2+2=1? Playing with modular arithmetic - Gelada
http://maxwelldemon.com/2011/11/20/22-1-patterns-in-modular-arithmetic/

======
tikhonj
Modular arithmetic is probably one of the coolest subjects we covered in high
school, but we didn't spend enough time on it. I actually learned all about it
from reading Simon Singh's _The Code Book_ in sixth grade--it's a great
introduction to cryptography and covers the basics of modular arithmetic to
introduce RSA.

Towards the end of high school, I decided to play around with graphing
equations as colors.
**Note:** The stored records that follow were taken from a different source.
/** The names of all letters in some part of a reading, bound ones too; quick, for the reader's own questions. */
export function namesIn(part: unknown, into: Set<string> = new Set()): Set<string> {
  if (typeof part !== 'object' || part === null) return into;
  if ('kind' in part && part.kind === 'letter' && 'name' in part && typeof part.name === 'string') into.add(part.name);
  for (const key in part) if (key !== 'span' && key !== 'bracketed') namesIn(part[key as keyof typeof part], into);
  return into;
}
I came up with a bunch of cool patterns including pretty
much all of the ones in the article--the easiest way to make a function well-
behaved across a color channel is to make it mod 255. Playing around with
different functions this way is really fun; I suggest everybody try it.

If you want to draw pictures like this but don't want to write your own
program for this, you can use mine:
<http://inst.eecs.berkeley.edu/~tikhon/draw>.

------
forinti
Looks like the stuff I like to play with:

[http://alquerubim.blogspot.com/2010/07/o-vendedor-de-
tapetes...](http://alquerubim.blogspot.com/2010/07/o-vendedor-de-tapetes.html)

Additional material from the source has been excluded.